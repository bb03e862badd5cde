"""Stretch-mode species, band counts, NMR environments and pair
distinguishability against textbook results.

Sources named beside each check value:
  Cotton = F. A. Cotton, Chemical Applications of Group Theory, 3rd ed. (Wiley 1990), ch. 10;
  Nakamoto = K. Nakamoto, Infrared and Raman Spectra of Inorganic and Coordination
             Compounds, Part B, 6th ed. (Wiley 2009), metal carbonyls / cyano complexes;
  H&S = C. E. Housecroft, A. G. Sharpe, Inorganic Chemistry, 4th ed. (Pearson 2012), ch. 4.
"""

from __future__ import annotations

import json
import time

import pytest

from enumerator.analyses.stretch import StretchAnalysis, stretch_modes
from enumerator.errors import InputError
from enumerator.rules.reporters import load_reporters
from enumerator.rules.ruleset import load_rules
from enumerator.workflow.pipeline import analyse


def _modes(formula, geometry, reporters=(("a", "CO"),), cls="CO"):
    r = analyse(formula, geometry=geometry, reporters=reporters)
    return r, [(i, stretch_modes(i, cls)) for i in r.isomers]


def _one(formula, geometry, group, **kw):
    _, ms = _modes(formula, geometry, **kw)
    hits = [m for i, m in ms if i.point_group == group]
    assert len(hits) == 1, (formula, geometry, group, [i.point_group for i, _ in ms])
    return hits[0]


@pytest.mark.parametrize(
    "formula, geometry, group, species, ir, raman, nmr",
    [
        # M(CO)6: A1g + Eg + T1u, one IR band (Cotton 10.2; Nakamoto; H&S 4.7)
        ("Ma6", "OC-6", "Oh", "A1g + Eg + T1u", 1, 2, 1),
        # M(CO)5L: 2A1 + B1 + E, three IR bands (Cotton 10.2; Nakamoto)
        ("Ma5b", "OC-6", "C4v", "2A1 + B1 + E", 3, 4, 2),
        # cis-M(CO)4L2: 2A1 + B1 + B2, four IR bands (Cotton 10.2; Nakamoto)
        ("Ma4b2", "OC-6", "C2v", "2A1 + B1 + B2", 4, 4, 2),
        # trans-M(CO)4L2: A1g + B1g + Eu, one IR band (Cotton 10.2; Nakamoto)
        ("Ma4b2", "OC-6", "D4h", "A1g + B1g + Eu", 1, 2, 1),
        # fac-M(CO)3L3: A1 + E, two IR bands (Cotton 10.2; Nakamoto)
        ("Ma3b3", "OC-6", "C3v", "A1 + E", 2, 2, 1),
        # mer-M(CO)3L3: 2A1 + B1 with sigma_v(xz) the plane of the three CO
        # (our axis rule; 2A1 + B2 with the other choice), three IR bands (Cotton 10.2; Nakamoto)
        ("Ma3b3", "OC-6", "C2v", "2A1 + B1", 3, 3, 2),
        # cis-M(CO)2L4: A1 + B1 or B2, two IR bands (Cotton 10.2; Nakamoto)
        ("Ma2b4", "OC-6", "C2v", None, 2, 2, 1),
        # trans-M(CO)2L4: A1g + A2u, one IR band, one Raman band (Cotton 10.2; Nakamoto)
        ("Ma2b4", "OC-6", "D4h", "A1g + A2u", 1, 1, 1),
        # trigonal-bipyramidal M(CO)5: 2A1' + E' + A2'', two IR bands (Cotton 10.2; H&S 4.7; Nakamoto)
        ("Ma5", "TBPY-5", "D3h", "2A1' + E' + A2''", 2, 3, 2),
        # axial M(CO)4L (C3v): 2A1 + E, three IR bands (Cotton 10.2; Nakamoto)
        ("Ma4b", "TBPY-5", "C3v", "2A1 + E", 3, 3, 2),
        # equatorial M(CO)4L (C2v): 2A1 + B1 + B2, four IR bands (Cotton 10.2; Nakamoto)
        ("Ma4b", "TBPY-5", "C2v", "2A1 + B1 + B2", 4, 4, 2),
        # see-saw M(CO)4 (C2v): 2A1 + B1 + B2, four IR bands (group theory, common
        # practice; the C2v Fe(CO)4 fragment in matrices shows four, from memory)
        ("Ma4", "SS-4", "C2v", "2A1 + B1 + B2", 4, 4, 2),
        # T-shaped M(CO)3 (C2v): 2A1 + B, three IR bands (group theory, common practice)
        ("Ma3", "TS-3", "C2v", None, 3, 3, 2),
        # tetrahedral M(CO)4: A1 + T2, one IR band (H&S 4.7; Nakamoto)
        ("Ma4", "T-4", "Td", "A1 + T2", 1, 2, 1),
        # square-pyramidal M(CO)5: 2A1 + B1 + E, three IR bands (Nakamoto; from memory)
        ("Ma5", "SPY-5", "C4v", "2A1 + B1 + E", 3, 4, 2),
        # fac-M(CO)3L3 (C3v): A1 + E (Nakamoto; Cotton 10.2)
        ("Ma3b3", "OC-6", "C3v", "A1 + E", 2, 2, 1),
        # three-legged piano stool M(ring)(CO)3, the ring on one site: A1 + E (H&S, (eta6-C6H6)Cr(CO)3)
        ("M(ring)a3", "T-4", "C3v", "A1 + E", 2, 2, 1),
        # two-legged piano stool M(ring)(CO)2 (Cs): A' + A'', two IR bands (Cotton, Cs table; from memory)
        ("M(ring)a2", "TPY-3", "Cs", "A' + A''", 2, 2, 1),
    ],
)
def test_textbook_carbonyl_stretches(formula, geometry, group, species, ir, raman, nmr):
    m = _one(formula, geometry, group)
    if species:
        assert m.species == species
    assert (m.ir, m.raman, m.nmr) == (ir, raman, nmr)


def test_square_planar_tetracyanide():
    # [M(CN)4]n- square planar: A1g + B1g + Eu, one IR band (Nakamoto, cyano complexes; H&S)
    m = _one("Ma4", "SP-4", "D4h", reporters=(("a", "CN"),), cls="CN")
    assert (m.species, m.ir, m.raman) == ("A1g + B1g + Eu", 1, 2)


def test_octacyanide_dodecahedron_and_antiprism():
    # [Mo(CN)8]4-: D2d dodecahedron 2A1 + 2B2 + 2E (4 IR, 6 Raman), D4d square
    # antiprism A1 + B2 + E1 + E2 + E3 (2 IR, 3 Raman); the classic test between
    # the two shapes (Nakamoto, Part B, octacyano complexes; from memory)
    m = _one("[Mo(CN)8]4-", "DD-8", "D2d", reporters=(), cls="CN")
    assert (m.species, m.ir, m.raman) == ("2A1 + 2B2 + 2E", 4, 6)
    m = _one("[Mo(CN)8]4-", "SAPR-8", "D4d", reporters=(), cls="CN")
    assert (m.species, m.ir, m.raman) == ("A1 + B2 + E1 + E2 + E3", 2, 3)


def test_seven_coordinate_heptacarbonyl_shapes():
    # M(CO)7 on the capped octahedron (C3v; site orbits 1 + 3 + 3): 3A1 + 2E,
    # 5 IR; on the capped trigonal prism (C2v; orbits 1 + 4 + 2): 3A1 + A2 +
    # 2B + B, 6 IR (A2 is IR-inactive), 7 Raman (group theory, common practice)
    m = _one("Ma7", "OCF-7", "C3v")
    assert (m.species, m.ir, m.raman, m.nmr) == ("3A1 + 2E", 5, 5, 3)
    m = _one("Ma7", "TPRS-7", "C2v")
    assert (m.ir, m.raman, m.nmr) == (6, 7, 3) and m.species.startswith("3A1 + A2")


def test_hexacyanide():
    # [M(CN)6]n-: A1g + Eg + T1u, one IR band (Nakamoto, cyano complexes)
    m = _one("Ma6", "OC-6", "Oh", reporters=(("a", "CN"),), cls="CN")
    assert (m.species, m.ir) == ("A1g + Eg + T1u", 1)


def test_linear_dicarbonyl():
    # linear M(CO)2 (D∞h): Sigma_g+ (Raman) + Sigma_u+ (IR) (Nakamoto; from memory)
    m = _one("Ma2", "L-2", "Dinfh")
    assert (m.species, m.ir, m.raman, m.both_species) == ("Sigma_g+ + Sigma_u+", 1, 1, ())
    m = _one("Mab", "L-2", "Cinfv")
    assert (m.species, m.ir, m.raman) == ("Sigma+", 1, 1)


def test_mutual_exclusion_with_inversion():
    # rule of mutual exclusion for centrosymmetric molecules (Cotton 10.2; Nakamoto)
    m = _one("Ma6", "OC-6", "Oh")
    assert m.both_species == ()


def test_co_window_contains_terminal_range():
    # terminal CO stretches fall at roughly 1850-2125 cm-1 (common practice)
    co = load_reporters(load_rules()).get("CO")
    assert co.window[0] <= 1850 and co.window[1] >= 2125
    assert co.nucleus == "13C"  # 13C NMR of carbonyls (common practice)
    names = set(load_reporters(load_rules()).names)
    assert {"CO", "CN", "NO"} <= names


def test_unknown_reporter_class_is_a_clear_input_error():
    with pytest.raises(InputError) as e:
        analyse("Ma4b2", geometry="OC-6", reporters=(("a", "XX"),))
    assert "CO" in e.value.line() and "XX" in e.value.line()


def test_pairs_json_and_enantiomers():
    # cis-M(AA)2b2 is chiral (Delta/Lambda; Cotton; common practice): enantiomers never distinct
    r = analyse("M(AA)2b2", geometry="OC-6", reporters=(("b", "CO"),))
    doc = r.to_dict()
    n = len(doc["isomers"])
    assert len(doc["pairs"]) == n * (n - 1) // 2
    en = [p for p in doc["pairs"] if p.get("note") == "enantiomers"]
    assert en and all(not (p["ir_distinct"] or p["raman_distinct"] or p["nmr_distinct"]) for p in en)
    # cis (C2, 2 IR) and trans (D2h, 1 IR) b2 differ by IR (Cotton 10.2)
    other = [p for p in doc["pairs"] if p.get("note") != "enantiomers"]
    assert other and all(p["ir_distinct"] and p["cheapest"] == "IR" for p in other)
    iso = doc["isomers"][0]
    assert set(iso["modes"]["CO"]) >= {"species", "ir", "raman", "nmr"}
    json.dumps(doc)


def test_nmr_environments_of_other_ligands():
    # fac-M(CO)3L3: one 31P environment; mer: two (Cotton; common practice)
    r = analyse("Ma3b3", geometry="OC-6", reporters=(("a", "CO"),))
    an = r.analysis(StretchAnalysis)
    by_group = {i.point_group: an.isomer_json(i.id)["nmr_environments"]["b"]["environments"] for i in r.isomers}
    assert by_group == {"C3v": 1, "C2v": 2}


def test_fluxional_caution_for_five_coordination():
    # five-coordinate centres are commonly fluxional (Berry pseudorotation; H&S; common practice)
    r = analyse("Ma4b", geometry="TBPY-5", reporters=(("a", "CO"),))
    notes = r.analysis(StretchAnalysis).top_json()["spectroscopy_notes"]
    assert any("fluxional" in n for n in notes)


def test_readable_output_has_pair_matrix():
    from enumerator.render.text import render

    text = render(analyse("Ma3b3", geometry="OC-6", reporters=(("a", "CO"),)))
    assert "CO species" in text and "IR < Raman < NMR" in text and "sigma_v(xz)" in text


def test_pairs_stay_fast_for_hundreds_of_isomers():
    # common practice: the pair list is quadratic; a few hundred isomers must stay quick
    r = analyse("Ma2b2c2d2e2f2", geometry="IC-12", reporters=(("a", "CO"),), limit=400)
    an = r.analysis(StretchAnalysis)
    t0 = time.perf_counter()
    pairs = an.pairs()
    dt = time.perf_counter() - t0
    n = len(an.ids)
    assert len(pairs) == n * (n - 1) // 2
    assert dt < 2.0


def test_pair_tally_equals_counting_every_pair():
    # the tally over count-signature classes must equal a pair-by-pair count
    # (common practice: plain counting)
    from collections import Counter

    from enumerator.analyses.stretch import StretchAnalysis
    from enumerator.workflow.pipeline import analyse

    for formula, geo, rep, limit in [
        ("Ma2b2c2", "OC-6", "a", None),
        ("Ma2b2c2d2e2f2", "IC-12", "a", 300),
        ("M(AB)2b2", "OC-6", "b", None),
    ]:
        a = analyse(formula, geometry=geo, reporters=((rep, "CO"),), limit=limit).analysis(StretchAnalysis)
        brute = Counter("en" if p.note else (p.cheapest or "--") for p in a.pairs())
        assert a.pair_tally() == dict(brute), formula


def test_user_reporter_file_replaces_and_is_checked(tmp_path):
    import pytest

    from enumerator.errors import RuleError

    # a later file's class replaces the built-in one of the same name
    (tmp_path / "reporters.toml").write_text(
        '[class.CO]\nname = "carbonyl"\nbond = "C-O"\nnucleus = "13C"\n'
        'ir_window_cm1 = [1700, 2150]\nwindow_source = "test value"\n',
        encoding="utf-8",
    )
    co = load_reporters(load_rules([tmp_path])).get("CO")
    assert co.window == (1700.0, 2150.0) and co.source == "test value"
    bad = tmp_path / "bad"
    bad.mkdir()
    (bad / "reporters.toml").write_text(
        '[class.XY]\nname = "x"\nbond = "X-Y"\nnucleus = "1H"\nir_window_cm1 = [2000]\nwindow_source = "x"\n',
        encoding="utf-8",
    )
    with pytest.raises(RuleError) as exc:
        load_reporters(load_rules([bad]))
    assert "reporters.toml" in exc.value.line() and "ir_window_cm1" in exc.value.line()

+ + +

_Work order_
The word is "StretchAnalysis". Copy every line above where it appears.

_Response to the task_
from enumerator.analyses.stretch import StretchAnalysis, stretch_modes
    an = r.analysis(StretchAnalysis)
    notes = r.analysis(StretchAnalysis).top_json()["spectroscopy_notes"]
    an = r.analysis(StretchAnalysis)
    from enumerator.analyses.stretch import StretchAnalysis
        a = analyse(formula, geometry=geo, reporters=((rep, "CO"),), limit=limit).analysis(StretchAnalysis)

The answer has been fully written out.